Records from a collection:
#####
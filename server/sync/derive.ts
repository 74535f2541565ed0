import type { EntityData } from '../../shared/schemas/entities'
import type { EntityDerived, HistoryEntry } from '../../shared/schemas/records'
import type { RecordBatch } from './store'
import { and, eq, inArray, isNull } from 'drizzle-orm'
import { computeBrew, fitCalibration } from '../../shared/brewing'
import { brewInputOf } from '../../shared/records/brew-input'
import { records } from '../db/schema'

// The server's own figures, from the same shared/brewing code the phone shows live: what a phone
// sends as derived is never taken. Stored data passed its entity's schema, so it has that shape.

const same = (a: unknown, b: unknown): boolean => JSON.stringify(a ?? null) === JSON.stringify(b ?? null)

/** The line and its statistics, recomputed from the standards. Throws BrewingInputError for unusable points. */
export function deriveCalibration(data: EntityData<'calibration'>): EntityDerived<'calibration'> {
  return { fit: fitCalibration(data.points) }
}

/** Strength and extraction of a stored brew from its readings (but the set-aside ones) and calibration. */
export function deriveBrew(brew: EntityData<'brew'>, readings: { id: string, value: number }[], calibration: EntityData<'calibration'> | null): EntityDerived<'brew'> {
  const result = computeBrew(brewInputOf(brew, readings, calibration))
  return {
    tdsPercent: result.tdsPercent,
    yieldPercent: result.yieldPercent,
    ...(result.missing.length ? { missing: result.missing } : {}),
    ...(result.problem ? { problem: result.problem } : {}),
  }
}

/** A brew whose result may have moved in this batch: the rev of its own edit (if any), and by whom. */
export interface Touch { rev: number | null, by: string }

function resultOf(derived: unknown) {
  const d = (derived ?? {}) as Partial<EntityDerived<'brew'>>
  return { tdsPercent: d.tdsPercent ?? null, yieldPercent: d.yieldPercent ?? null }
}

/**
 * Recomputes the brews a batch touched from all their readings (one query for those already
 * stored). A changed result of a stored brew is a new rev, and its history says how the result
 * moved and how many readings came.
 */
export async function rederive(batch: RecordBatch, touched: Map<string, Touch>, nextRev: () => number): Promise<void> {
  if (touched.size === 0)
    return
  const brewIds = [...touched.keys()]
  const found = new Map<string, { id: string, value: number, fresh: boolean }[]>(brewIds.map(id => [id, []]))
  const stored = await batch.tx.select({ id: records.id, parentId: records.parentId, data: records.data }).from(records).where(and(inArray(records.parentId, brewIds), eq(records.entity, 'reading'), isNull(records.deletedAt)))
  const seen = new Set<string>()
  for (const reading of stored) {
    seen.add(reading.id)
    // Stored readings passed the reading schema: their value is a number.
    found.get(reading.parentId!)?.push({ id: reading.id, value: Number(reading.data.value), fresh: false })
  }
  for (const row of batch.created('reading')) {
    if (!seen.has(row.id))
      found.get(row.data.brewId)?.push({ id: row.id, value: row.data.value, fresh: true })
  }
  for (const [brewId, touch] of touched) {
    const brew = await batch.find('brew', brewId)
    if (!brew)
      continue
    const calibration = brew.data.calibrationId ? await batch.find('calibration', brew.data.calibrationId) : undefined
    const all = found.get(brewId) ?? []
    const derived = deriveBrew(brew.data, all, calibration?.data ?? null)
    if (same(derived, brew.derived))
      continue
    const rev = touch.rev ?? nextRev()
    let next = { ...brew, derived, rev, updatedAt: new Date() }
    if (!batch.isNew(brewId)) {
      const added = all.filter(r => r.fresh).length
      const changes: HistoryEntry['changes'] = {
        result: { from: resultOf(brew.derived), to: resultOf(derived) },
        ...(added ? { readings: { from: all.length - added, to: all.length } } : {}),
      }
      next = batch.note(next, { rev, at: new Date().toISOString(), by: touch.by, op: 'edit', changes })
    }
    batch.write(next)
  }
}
#####
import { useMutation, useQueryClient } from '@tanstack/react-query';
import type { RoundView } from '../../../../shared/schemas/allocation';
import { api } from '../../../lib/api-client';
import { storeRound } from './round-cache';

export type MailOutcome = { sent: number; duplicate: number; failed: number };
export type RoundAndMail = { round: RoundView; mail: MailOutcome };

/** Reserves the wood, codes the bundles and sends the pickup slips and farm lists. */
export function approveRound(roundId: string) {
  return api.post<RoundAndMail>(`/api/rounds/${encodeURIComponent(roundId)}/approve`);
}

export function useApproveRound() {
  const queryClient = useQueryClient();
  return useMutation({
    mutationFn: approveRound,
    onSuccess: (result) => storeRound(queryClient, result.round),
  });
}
#####
To do: Keeping every character as it is, restate the lines above that run from the line with "how the result" through the line with "const seen = new Set<string>()", both included, and nothing else.

Output of the task:
 * stored). A changed result of a stored brew is a new rev, and its history says how the result
 * moved and how many readings came.
 */
export async function rederive(batch: RecordBatch, touched: Map<string, Touch>, nextRev: () => number): Promise<void> {
  if (touched.size === 0)
    return
  const brewIds = [...touched.keys()]
  const found = new Map<string, { id: string, value: number, fresh: boolean }[]>(brewIds.map(id => [id, []]))
  const stored = await batch.tx.select({ id: records.id, parentId: records.parentId, data: records.data }).from(records).where(and(inArray(records.parentId, brewIds), eq(records.entity, 'reading'), isNull(records.deletedAt)))
  const seen = new Set<string>()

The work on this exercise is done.